We are seeing a lot of situations where our clients have learned that they own mineral rights that were earlier reserved by an ancestor. They typically learn of this through an oil and gas company who has researched title on a parcel they are interested in leasing (or sometimes on a parcel that has already been drilled). The company discloses who reserved the minerals and describes its efforts in establishing a family tree for that person.
Based upon the company’s research (using Probate records, Ancestry.com and other tools) it determines those persons presently living who would have ownership of the minerals and the percentage of the minerals each such person owns. Oil and gas leases are then prepared for those persons and recorded. The parties signing the leases are paid a signing bonus based upon the “net” acreage they owned. For example, if Grandpa Jones reserved one half the minerals under 100 acres, and he has two living grandchildren, each would own: 50% x 100 / 2 = 25 net acres.
Most companies seem to be satisfied with the above process as far as getting leases in place, even though they are obtained from persons who do not hold “record” title. That is, there is no chain of title at the courthouse from Grandpa Jones to his 2 grandchildren.
Some companies, when it pertains to payment of royalties generated by production of oil and gas, want greater comfort that they are paying the proper persons. They sometimes require mineral owners to firm up their title to the minerals. This seems even more likely when the party who signed the lease has passed away; they want the next generation to get something on record at the courthouse establishing their ownership of the minerals.

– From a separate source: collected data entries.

def keyword_table(bench: Bench, docs: DocumentIndex) -> Table:
    table: Table = {name: (keyword_signals(bench, name, "train", docs),
                           keyword_signals(bench, name, "test", docs)) for name in KEYWORDS}
    print_table(bench, "2. keyword side: BM25 MRR", table)
    shipped = next(iter(KEYWORDS))
    sampler = bench.sampler(docs)
    own = lexical_signals(bench.test, docs, sampler, protocols_for(bench.test, sampler))
    agree = all(np.array_equal(own[p].ranks, table[shipped][1][p].ranks) for p in own)
    print(f"  the index's own FTS5 table and query give the shipped variant's ranks: {agree}")
    return table


def full_signals(bench: Bench, cases: Sequence[Case], docs: DocumentIndex, lexical: dict,
                 adapter: QueryAdapter | None = None, depth: int = DEPTH) -> CaseSignals:
    sampler = bench.sampler(docs)
    queries = bench.qmatrix(cases, adapter)
    dense = dense_signals(cases, queries, docs, sampler, protocols_for(cases, sampler),
                          depth=depth)
    return CaseSignals(tuple(cases), lexical, dense,
                       ann_signals(cases, queries, docs, depth=depth), docs.enclosing)


@dataclass
class Served:
    """A corpus's documents and signals under the chosen text and keyword side."""

    docs: DocumentIndex
    lexical: dict
    train: CaseSignals
    test: CaseSignals


def served_signals(bench: Bench, representation: str, keyword: str) -> Served:
    docs = bench.docs(representation)
    train_lexical = keyword_signals(bench, keyword, "train", docs)
    test_lexical = keyword_signals(bench, keyword, "test", docs)
    return Served(docs, test_lexical, full_signals(bench, bench.train, docs, train_lexical),
                  full_signals(bench, bench.test, docs, test_lexical))


@dataclass(frozen=True, eq=False)
class Ranked:
    """The served ranks of some cases under one protocol."""

    ranks: np.ndarray


def fusion_ranks(signals: CaseSignals, fusion: Fusion) -> dict:
    return {p: Ranked(signals.served(p, fusion)) for p in signals.lexical}


def fusion_table(bench: Bench, served: Served) -> Table:
    table: Table = {name: (fusion_ranks(served.train, fusion), fusion_ranks(served.test, fusion))
                    for name, fusion in FUSIONS.items()}
    print_table(bench, "3. fusion: served MRR", table, recall=True)
    return table


DEPTHS = (50, 100, 200, 300)


def candidates_table(bench: Bench, served: Served, fusion: Fusion) -> Table:
    """Served MRR when each side gives its best N candidates. The signals are taken
    max(DEPTHS) deep and cut (whole-index HNSW candidates come from one search that
    deep, a little more thorough than served search's own)."""
    deep = []
    for cases in (bench.train, bench.test):
        sampler = bench.sampler(served.docs)
        lexical = lexical_signals(cases, served.docs, sampler, protocols_for(cases, sampler),
                                  depth=max(DEPTHS))
        deep.append(full_signals(bench, cases, served.docs, lexical, depth=max(DEPTHS)))
    table: Table = {
        f"best {n} of each side": tuple(  # type: ignore[misc]
            {p: Ranked(sig.served(p, fusion, n)) for p in sig.lexical} for sig in deep)
        for n in DEPTHS}
    print_table(bench, "3b. candidates fused: served MRR", table, recall=True)
    return table


# the nested-helper rules measured (codeseek/fusion.py NESTED_RULES), beside the served fusion
NESTED = {
    "no rule": replace(DEFAULT_FUSION, nested="none", nested_amount=0.0),
    "enclosing unit first": replace(DEFAULT_FUSION, nested="enclosing-first",
                                    nested_amount=0.0),
    **{f"helper's score x {f:g}": replace(DEFAULT_FUSION, nested="scaled", nested_amount=f)
       for f in (0.9, 0.75, 0.5)},
    **{f"helper's score - {a:g}": replace(DEFAULT_FUSION, nested="lowered", nested_amount=a)
       for a in (0.25, 0.5, 1.0)},
}
SERVED_NESTED = next(name for name, f in NESTED.items() if f == DEFAULT_FUSION)


def nested_table(bench: Bench, served: Served) -> Table:
    """Served MRR under each nested-helper rule, and how many cases it can touch."""
    enclosing = served.docs.enclosing
    outers = set(enclosing.values())
    table: Table = {name: (fusion_ranks(served.train, fusion), fusion_ranks(served.test, fusion))
                    for name, fusion in NESTED.items()}
    print_table(bench, "3c. nested-helper rule: served MRR", table, recall=True)
    for label, cases in (("training", bench.train), ("held-out", bench.test)):
        print(f"  {label}: {sum(c.position in enclosing for c in cases)} of {len(cases)} "
              f"answers are nested helpers, {sum(c.position in outers for c in cases)} "
              f"enclose one ({len(enclosing)} nested helpers among {len(served.docs)} units)")
    return table


def question_half(text: str) -> str:
    """A question's side of the split: ``training`` or ``held-out`` (by a hash of its text,
    half each), so a ranking rule is chosen on questions it is not judged on."""
    return "training" if hashlib.sha256(text.encode()).digest()[0] % 2 == 0 else "held-out"


def question_corpora(cache: Path) -> list[tuple[str, Path, Path]]:
    """(name, repository, question file) of every public question set that can be asked
    here: sample_repo, the standard-library subset its questions answer from (copied
    once into the cache folder, so its index there stays valid) and the packaged ones."""
    subset = cache / "nested" / "stdlib-subset"
    if not subset.is_dir():
        stdlib_question_subset(subset)
    found = [("sample_repo", PROJECT / "sample_repo", QUESTION_FILES / "sample_repo.jsonl"),
             ("standard-library subset", subset, QUESTION_FILES / "stdlib.jsonl")]
    for language, questions in (("go", "pflag"), ("ruby", "thor")):
        corpus = CORPORA[language]
        try:
            found.append((corpus.label, fetch(corpus), QUESTION_FILES / f"{questions}.jsonl"))
        except CorpusUnavailable as exc:
            print(f"left out {corpus.label}: {exc.args[0]}")
    return found
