def ray_scaling(repo: Path, scratch: Path) -> None:
    """units/s of a local build and of Ray builds with 1 and 2 workers, one run."""
    import logging

    import ray

    from codeseek.distributed import index_on_ray

    rates: dict[str, float] = {}
    local = open_index(repo, index_dir=scratch / "local", create=True)
    local.embedder.encode(["warm up"])  # the ONNX export exists before any clock starts
    start = time.perf_counter()
    summary = local.update()
    rates["local"] = summary.embedded / (time.perf_counter() - start)
    local.close()
    print(f"local build: {summary.units} units, {rates['local']:.1f} units/s")
    for workers in (1, 2):
        ray.init(num_cpus=workers, include_dashboard=False, log_to_driver=False,
                 logging_level=logging.ERROR)
        index = open_index(repo, index_dir=scratch / f"ray{workers}", create=True)
        index.embedder.encode(["warm up"])
        start = time.perf_counter()
        (summary,) = index_on_ray([index], workers=workers)
        rates[f"ray{workers}"] = summary.embedded / (time.perf_counter() - start)
        index.close()
        ray.shutdown()
        print(f"Ray, {workers} worker(s): {summary.units} units, "
              f"{rates[f'ray{workers}']:.1f} units/s")
    print(f"ratios: Ray 1 worker / local = {rates['ray1'] / rates['local']:.2f}, "
          f"Ray 2 workers / local = {rates['ray2'] / rates['local']:.2f}, "
          f"Ray 2 / Ray 1 workers = {rates['ray2'] / rates['ray1']:.2f}")
    same_index(repo, scratch / "local", scratch / "ray2")
    written, seconds = writer_alone(repo, scratch / "local", scratch / "writer")
    writer = written / seconds
    print(f"the one local writer alone: {written} units in {seconds:.2f} s, {writer:.0f} units/s "
          f"(= {writer / rates['ray1']:.0f} Ray workers at this machine's per-worker rate)")


def same_index(repo: Path, local_dir: Path, ray_dir: Path) -> None:
    """Whether the 2-worker Ray build equals the local one: units, vectors (numpy, the
    largest difference) and the top 10 of 50 docstring queries."""
    with open_index(repo, index_dir=local_dir) as local, \
            open_index(repo, index_dir=ray_dir) as on_ray:
        units = [(s.id, s.unit.uid, s.content_hash) for s in local.store.iter_units()]
        same_units = units == [(s.id, s.unit.uid, s.content_hash)
                               for s in on_ray.store.iter_units()]
        dim = local.embedder.dim
        labels, vectors = local.store.unit_vectors(local.embedder.model_id, dim)
        ray_labels, ray_vectors = on_ray.store.unit_vectors(on_ray.embedder.model_id, dim)
        same_labels = bool(np.array_equal(labels, ray_labels))
        largest = float(np.abs(vectors - ray_vectors).max()) if same_labels else float("nan")
        documented = [s.unit.doc_summary for s in local.store.iter_units() if s.unit.doc_summary]
        queries = documented[:: max(1, len(documented) // 50)][:50]
        same_top = sum([(h.path, h.qualname) for h in a] == [(h.path, h.qualname) for h in b]
                       for a, b in zip(local.search_many(queries, 10),
                                       on_ray.search_many(queries, 10), strict=True))
    print(f"Ray 2 workers vs local build: same units {same_units} ({len(units)}), same vector "
          f"rows {same_labels}, largest vector difference {largest:.2e}, same top 10 on "
          f"{same_top} of {len(queries)} docstring queries")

So, exactly how does an heir get Granddad’s minerals properly titled in their name? There would seem to be two ways to skin that cat in Ohio. The simplest way, which may or may not be acceptable to the lessee for purposes of paying out royalties, would be using Ohio Revised Code 317.22. It allows an heir to record an affidavit about the family history, who died, and who the living heirs are. At the same time, the heir can prepare and record a deed to the living descendants of the person who reserved the minerals .While this is a fairly simple process and causes such descendants to be the presumed owners of the mineral interests, their interest remain subject to attack from others — for example, if the affidavit failed to include a living ancestor, he could step up later and claim a share of ownership. Under Ohio’s Marketable Title Act, if no one puts something on record to challenge the affidavit or related deed within 40 years after they were recorded, the ancestors filing same would then have clear title.
The second way of transferring ownership involves the use of Probate Courts. In the example above, a Probate estate would be opened for Grandpa Jones (or re-opened if an estate had been opened in the past). A certificate of transfer would be issued by the court to Grandpa’s heirs, which effectively functions like a deed and which is recorded in the county where the minerals are located. If Grandpa had a wife that survived him, her estate would also need to be opened. Estates for her children would need to be opened and ultimately we would end up with a chain of tile from Grandpa to his 2 grandchildren. If any of the above resided outside of Ohio, estates would need to be opened in the State of residence. Even where all the parties reside in Ohio, they may have lived in different counties and the Probate estates would need to be opened in the various counties where the decedents resided.
The Probate process described above can easily escalate depending up on the number of generations involved, the number of children in each generation and the States or counties of residence. If the subject mineral interest covered a small tract and if the person trying to solve the problem is one of 16 grandchildren, it simply may not make sense to expend the filing, recording, and legal fees necessary to go forward with the Probate process.
In effort to avoid the above problems for future generations, some clients decide to title the minerals in an entity such as a Limited Liability Company or a trust. This avoids having to later probate the asset.